You tell me. Maybe there is one you don't know about .
Me:
I think I would know if there was a cam hooked up on my work computer.
God:
You believe that? What would make you know if there was a cam hooked up on your work computer?
Me:
Being that I have eyes, I would see it. Plus there would programs and whatnot.
God:
Do your friends call you that you have eyes you would see it. "There you go again."--Reagan.
Me:
Um, wtf are you talking about?
God:
Really.
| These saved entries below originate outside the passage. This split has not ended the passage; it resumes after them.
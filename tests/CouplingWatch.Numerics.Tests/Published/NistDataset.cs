using System.Globalization;
using System.Text.RegularExpressions;

namespace CouplingWatch.Numerics.Tests.Published;

/// <summary>One file of the NIST Statistical Reference Datasets, linear regression: design matrix and certified values.</summary>
internal sealed partial class NistDataset
{
    internal required double[][] Columns { get; init; }
    internal required double[] Response { get; init; }
    internal required double[] Coefficients { get; init; }
    internal required double[] CoefficientDeviations { get; init; }
    internal required double ResidualDeviation { get; init; }

    internal static NistDataset Load(string name)
    {
        string[] lines = File.ReadAllLines(Path.Combine(AppContext.BaseDirectory, "reference", name + ".dat"));
        var ranges = lines.Take(12).Select(l => LineRange().Match(l)).Where(m => m.Success)
            .Select(m => (From: int.Parse(m.Groups[1].Value, CultureInfo.InvariantCulture), To: int.Parse(m.Groups[2].Value, CultureInfo.InvariantCulture))).ToArray();
        string[] certified = lines[(ranges[0].From - 1)..ranges[0].To];
        var parameters = certified.Select(l => ParameterLine().Match(l)).Where(m => m.Success).ToArray();
        string deviation = certified.Last(l => DeviationLine().IsMatch(l));
        double[][] rows = [.. lines[(ranges[1].From - 1)..ranges[1].To].Where(l => l.Trim().Length > 0)
            .Select(l => l.Split(' ', StringSplitOptions.RemoveEmptyEntries | StringSplitOptions.TrimEntries).Select(Number).ToArray())];
        return new NistDataset
        {
            Columns = Design(rows, parameters.Length, intercept: parameters[0].Groups[1].Value == "0"),
            Response = [.. rows.Select(r => r[0])],
            Coefficients = [.. parameters.Select(m => Number(m.Groups[2].Value))],
            CoefficientDeviations = [.. parameters.Select(m => Number(m.Groups[3].Value))],
            ResidualDeviation = Number(DeviationLine().Match(deviation).Groups[1].Value),
        };
    }

    /// <summary>Powers of a single predictor, or the predictors themselves behind a column of ones.</summary>
    private static double[][] Design(double[][] rows, int parameters, bool intercept)
    {
        int predictors = rows[0].Length - 1;
        return [.. Enumerable.Range(0, parameters).Select(j => rows.Select(r =>
            predictors == 1 ? Power(r[1], intercept ? j : j + 1) : j == 0 ? 1 : r[j]).ToArray())];
    }

    private static double Power(double x, int exponent)
    {
        double result = 1;
        for (int i = 0; i < exponent; i++) result *= x;
        return result;
    }

    private static double Number(string text) => double.Parse(text, CultureInfo.InvariantCulture);

    [GeneratedRegex(@"lines (\d+) to (\d+)")]
    private static partial Regex LineRange();

    [GeneratedRegex(@"^\s*B(\d+)\s+(\S+)\s+(\S+)")]
    private static partial Regex ParameterLine();

    [GeneratedRegex(@"Standard Deviation\s+([0-9.E+-]+)\s*$")]
    private static partial Regex DeviationLine();
}
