"""The rules of meaning that a model must keep, told all at once.

The reader runs them after its walk, the window before every edit. Whether a model can move at all, or
moves freely, is no rule here: assembling it tells.
"""

from collections.abc import Callable, Iterator
from typing import Any

from modalview.errors import Fault
from modalview.model import rules_bodies, rules_links, rules_machines, rules_records
from modalview.model.parts import Model
from modalview.model.rules_context import Context, Findings, cut, place_of
from modalview.model.rules_names import plain_id, plain_name

_RULES: dict[str, Callable[[Any, Context], Findings]] = {
    "bodies": rules_bodies.body,
    "supports": rules_bodies.support,
    "links": rules_links.link,
    "machines": rules_machines.machine,
    "measured": rules_records.measured,
    "limits": rules_records.limit,
}


def faults(model: Model) -> tuple[Fault, ...]:
    """Return every rule that a model breaks, with the place of each; none means it may be analysed.

    Places count from 0, as in the file: ``bodies[2] "pump" . mass``. Linear in the size of the model and
    cheap enough for every edit.

    >>> from modalview.model.parts import Body
    >>> print(faults(Model(bodies=(Body(id="pump"),)))[0])
    bodies[0] "pump" . mass: is missing; a massless junction has the mass "0 kg"
    """
    return tuple(_faults(model))


def _faults(model: Model) -> Iterator[Fault]:
    yield from _names(model)
    context = Context.of(model)
    for group, rule in _RULES.items():
        for number, part in enumerate(getattr(model, group)):
            yield from _at(group, number, part.id, rule(part, context))
    for number, case in enumerate(model.load_cases):
        yield from _at("load_cases", number, case.id, rules_records.load_case(case, model))
    yield from rules_records.whole(model)


def _at(group: str, number: int, name: str, findings: Findings) -> Iterator[Fault]:
    for key, reason in findings:
        yield Fault(f"{place_of(group, number, name)} . {key}", reason)


def _names(model: Model) -> Iterator[Fault]:
    first: dict[str, str] = {}
    for group in (*_RULES, "load_cases"):
        for number, part in enumerate(getattr(model, group)):
            name = part.id
            if name in first:
                reason = f'"{cut(name)}" is already the id of {first[name]}; ids are unique over the file'
                yield Fault(f"{place_of(group, number, name)} . id", reason)
            elif not name.isprintable() or not name.strip():  # asked here too: most are plain, and many
                yield from _at(group, number, name, plain_id("id", name))
            label = getattr(part, "name", None)
            if label is not None and not label.isprintable():
                yield from _at(group, number, name, plain_name("name", label))
            first.setdefault(name, f"{group}[{number}]")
I am talking with 18 other clients right now.
Me:
Being that you are omnipotent, that shouldn't be an issue for you.
God:
I thought you were, but I wasn't completely sure.
Me:
I am what?
God:
You are a client.
Me:
Well there goes that whole omniscience that people claim you are.
God:
Well that's okay. Where did it go?
Me:
Who the hell knows
God:
Only the Shadow knows.
Me:
Who's the Shadow?
God:
It depends on the historical context, because it changes from time to time.
Me:
Hey, God, you are dumb.
God:
You've got my full attention. Message to all Robots: Becky called me dumb.
Me:
I think I am going to go worship the devil now.
God:
Right now? Why? Can I go too?
Me:
Yeah, you can come with me. I'm sure he would love to see you.
God:
Ah. No I don't think I can do it. I think I love to see me.
Me:
Right.
God:
I am glad we agree.
Me:
If you say so
God:
I say so.
Me:
Good job then, God
God:
Thanks for the compliment. I've heard that about labor before.
Me:
You make no damn sense
God:
Yup.
Me:
At least you realize it
God:
Do you mind if I tell other people: Becky said I realize it.
Me:
Go for what you know, homes
God:
Where is that?
Me:
what?
God:
Are you confused?
Me:
No I think you have A.D.D.
God:
Are you serious? Me? What makes you think I have it?
Me:
You should know
God:
Because I am a robot?
Me:
If you say so
God:
I say so.
Me:
Great
God:
I'm glad you liked it Becky.
Me:
Lots...I'm leaving...BYE
God:
That much, eh? Do you mind if I tell other people: Becky said m leaving. Bye for now.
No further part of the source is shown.